Verbal Focus-of-Attention System for Learning-from-Observation

The learning-from-observation (LfO) framework aims to map human demonstrations to a robot to reduce programming effort. To this end, an LfO system encodes a human demonstration into a series of execution units for a robot, which are referred to as task models. Although previous research has proposed successful task-model encoders, there has been little discussion on how to guide a task-model encoder in a scene with spatio-temporal noises, such as cluttered objects or unrelated human body movements. Inspired by the function of verbal instructions guiding an observer’s visual attention, we propose a verbal focus-of-attention (FoA) system (i.e., spatiotemporal filters) to guide a task-model encoder.
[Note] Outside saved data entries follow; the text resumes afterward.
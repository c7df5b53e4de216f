"""The normal form's invariant curves on the explorer's surface of section, at its energy.

For an autonomous flow of two degrees of freedom with an elliptic equilibrium, the normal
form (:func:`phaselab.normal_form`) of a chosen order is computed once per parameter values
and order at the elliptic equilibrium of lowest energy. The curves it predicts on the section
``H = E`` are the level lines of an action the normal form conserves, read through the
normalising transformation (:meth:`~phaselab.NormalForm.to_normal`) at the points of the
section's window put on the shell ``H = E`` (the solved component, as the explorer's clicks):

* Birkhoff's form (no resonance among the linear frequencies up to the order): ``J_1``;
  on the shell ``H = E`` its level line at ``J_1 = c`` is the trace of the torus
  ``(c, J_2(E, c))`` (the curve :meth:`~phaselab.NormalForm.invariant_curve` draws);
* a resonance ``k . omega = 0`` met up to the order (``|k_1| + |k_2| <= order``, e.g. 1:1 of
  Henon-Heiles), which Birkhoff's form cannot remove: the resonant form keeps the angle
  ``k . phi``, so single actions are no longer conserved, but ``m . J`` with ``m . k = 0`` is;
  its level lines are the resonant form's tori, islands included.

Grid points where the normal form's own energy misses ``E`` by more than
:data:`ENERGY_MISMATCH` of ``E - E0`` are left out (the series is not to be trusted there),
so curves stop where the form stops holding. The curves are predictions accurate to the
order of the transformation, drawn over computed orbits for comparison.
"""

from __future__ import annotations

import itertools
from dataclasses import dataclass

import numpy as np

from phaselab.errors import ModelError, ParameterError
from phaselab.structures.equilibria import equilibria
from phaselab.structures.normal_forms import normal_form

#: orders offered by the control (degree in the distance from the equilibrium)
ORDERS = (4, 6, 8)
DEFAULT_ORDER = 6
DEFAULT_COUNT = 5
MAX_COUNT = 12
#: points per side of the grid on which the conserved action is read
GRID = 161
#: largest |energy of the normal form - E| / (E - E0) at a grid point still used
ENERGY_MISMATCH = 0.05
#: relative size of k . omega below which the frequencies count as resonant
RESONANT = 1e-9
#: normal forms and equilibria kept (parameter values x orders)
KEEP = 24


@dataclass
class OverlayCurves:
    """Curves of one normal form on one section at one energy.

    Attributes
    ----------
    lines : list of ndarray, shape (m, 2)
        Polylines in the view's two axes.
    levels : ndarray, shape (count,)
        Values of the conserved action ``m . J`` along each level (units of H times time).
    action : tuple of int
        ``m``, the action combination drawn.
    order : int
    resonance : tuple of int or None
        The resonance kept in the normal form, if any.
    equilibrium : ndarray, shape (4,)
    mismatch : float
        Median of |energy of the normal form - E| / (E - E0) over the points used.
    """

    lines: list
    levels: np.ndarray
    action: tuple
    order: int
    resonance: tuple | None
    equilibrium: np.ndarray
    mismatch: float

    @property
    def label(self) -> str:
        """The words of the key: what the dashed lines are."""
        kind = "" if self.resonance is None else f" ({self.resonance[0]}:{-self.resonance[1]} resonant)"
        return f"normal form, order {self.order}{kind}"


def check_order(order) -> int:
    if order not in ORDERS:
        raise ParameterError(f"the normal-form order must be one of {', '.join(map(str, ORDERS))}, got {order!r}")
    return int(order)


def check_count(count) -> int:
    if isinstance(count, bool) or not isinstance(count, (int, np.integer)) or not 1 <= count <= MAX_COUNT:
        raise ParameterError(f"the count of normal-form curves must be a whole number from 1 to {MAX_COUNT}, "
                             f"got {count!r}")
    return int(count)


def find_resonance(omega, order: int):
    """The resonance ``k`` (``k_1 > 0``, ``|k_1| + |k_2| <= order``, smallest first) with
    ``k . omega = 0`` to :data:`RESONANT`, or None."""
    scale = float(np.max(np.abs(omega)))
    for total in range(1, order + 1):
        for k1 in range(1, total + 1):
            for k2 in {total - k1, k1 - total}:
                if abs(k1 * omega[0] + k2 * omega[1]) <= RESONANT * scale:
                    return (k1, k2)
    return None


def conserved_action(resonance) -> tuple:
    """``m`` with ``m . k = 0`` (``(1, 0)`` without a resonance)."""
    if resonance is None:
        return (1, 0)
    k1, k2 = resonance
    return (-k2, k1) if k2 <= 0 else (k2, -k1)


class NormalFormOverlay:
    """Normal forms of one system, cached per (parameter values, order), and their curves.

    Parameters
    ----------
    system : Hamiltonian
        Autonomous, two degrees of freedom.
    """

    def __init__(self, system):
        self.system = system
        self._forms: dict = {}
        self._points: dict = {}

    def equilibrium(self, params):
        """The elliptic equilibrium of lowest energy at ``params`` (ModelError if none)."""
        key = tuple(sorted(params.items()))
        if key not in self._points:
            found = [e for e in equilibria(self.system, params=params) if e.stability == "elliptic"]
            if not found:
                raise ModelError("the system has no elliptic equilibrium here (at these parameters, in the "
                                 "search box), so there is no normal form to draw")
            if len(self._points) >= KEEP:
                self._points.clear()
            self._points[key] = min(found, key=lambda e: e.energy)
        return self._points[key]

    def normal_form(self, params, order):
        """The normal form of ``order`` at :meth:`equilibrium` (resonant when the linear
        frequencies are in resonance up to the order), computed once."""
        order = check_order(order)
        key = (tuple(sorted(params.items())), order)
        if key not in self._forms:
            at = self.equilibrium(params)
            linear = normal_form(self.system, at, 2, params=params)
            k = find_resonance(linear.omega, order)
            nf = normal_form(self.system, at, order, params=params, resonances=None if k is None else [k])
            if len(self._forms) >= KEEP:
                self._forms.clear()
            self._forms[key] = (nf, k)
        return self._forms[key]

    def curves(self, view, energy, params, order, count) -> OverlayCurves:
        """The normal form's curves on ``view`` (a SectionView) at ``energy``.

        Raises
        ------
        ModelError
            The view is not a section of a flow of two degrees of freedom, the system has no
            elliptic equilibrium, the normal form refuses, or ``energy`` lies outside the
            range where the normal form holds on this window.
        """
        count = check_count(count)
        if getattr(view, "kind", None) != "section" or self.system.dof != 2:
            raise ModelError("normal-form curves are drawn on sections of flows of two degrees of freedom")
        nf, k = self.normal_form(params, order)
        E0 = float(nf.energy0)
        if np.any(nf.omega <= 0):
            raise ModelError("the elliptic equilibrium is not a minimum of the energy (a mode of negative "
                             "energy): its energy shells are not closed around it")
        if not energy > E0:
            raise ModelError(f"E = {energy:.6g} is not above the elliptic equilibrium's energy {E0:.6g}: "
                             "no invariant curves at this energy")
        if view.ranges is None:
            view.fit_ranges(energy, params)
        (x0, x1), (y0, y1) = view.ranges
        x, y = np.linspace(x0, x1, GRID), np.linspace(y0, y1, GRID)
        X, Y = np.meshgrid(x, y)
        seeding = view.seeds(np.column_stack([X.ravel(), Y.ravel()]), energy, params)
        ok = np.asarray(seeding.valid, bool)
        if not ok.any():
            raise ModelError(f"the window holds no point of the energy shell at E = {energy:.6g}")
        J, phi = nf.to_normal(seeding.states[ok])
        form_energy = nf.energy(np.clip(J, 0.0, None), phi if k is not None else None)
        miss = np.abs(form_energy - energy) / (energy - E0)
        trusted = np.isfinite(miss) & (miss <= ENERGY_MISMATCH)
        if trusted.sum() < 16:
            raise ModelError(f"E = {energy:.6g} is outside the range where the order-{order} normal form holds "
                             f"(its energy misses E by {np.nanmedian(miss):.0%} or more on this section); "
                             "lower the energy or raise the order")
        m = conserved_action(k)
        values = np.full(X.size, np.nan)
        idx = np.nonzero(ok)[0][trusted]
        values[idx] = J[trusted] @ np.array(m, float)
        lo, hi = float(np.min(values[idx])), float(np.max(values[idx]))
        levels = lo + (hi - lo) * (np.arange(count) + 0.5) / count
        lines = list(itertools.chain.from_iterable(_contour(x, y, values.reshape(X.shape), v) for v in levels))
        return OverlayCurves(lines=lines, levels=levels, action=m, order=nf.order, resonance=k,
                             equilibrium=nf.equilibrium.copy(), mismatch=float(np.median(miss[trusted])))


def _contour(x, y, values, level) -> list:
    import contourpy

    gen = contourpy.contour_generator(x, y, np.ma.masked_invalid(values), line_type=contourpy.LineType.Separate)
    return [np.asarray(piece, dtype=float) for piece in gen.lines(level) if len(piece) > 2]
For object manipulation, the system first recognizes the name of a target object and its attributes from verbal instructions. The information serves as a where-to-look FoA filter to confine the areas in which the target object existed in the demonstration. The system then detects the timings of grasp and release that occurred in the filtered areas. The timings serve as a when-to-look FoA filter to confine the period of object manipulation. Finally, a task-model encoder recognizes the task models by employing the FoA filters. We demonstrate the robustness of the verbal FoA in attenuating spatio-temporal noises by comparing it with an existing action localization network. The contributions of this study are as follows: (1) to propose a verbal FoA for LfO, (2) to design an algorithm to calculate FoA filters from verbal input, and (3) to demonstrate the effectiveness of a verbal FoA in localizing an action by comparing it with a state-of-the-art vision system.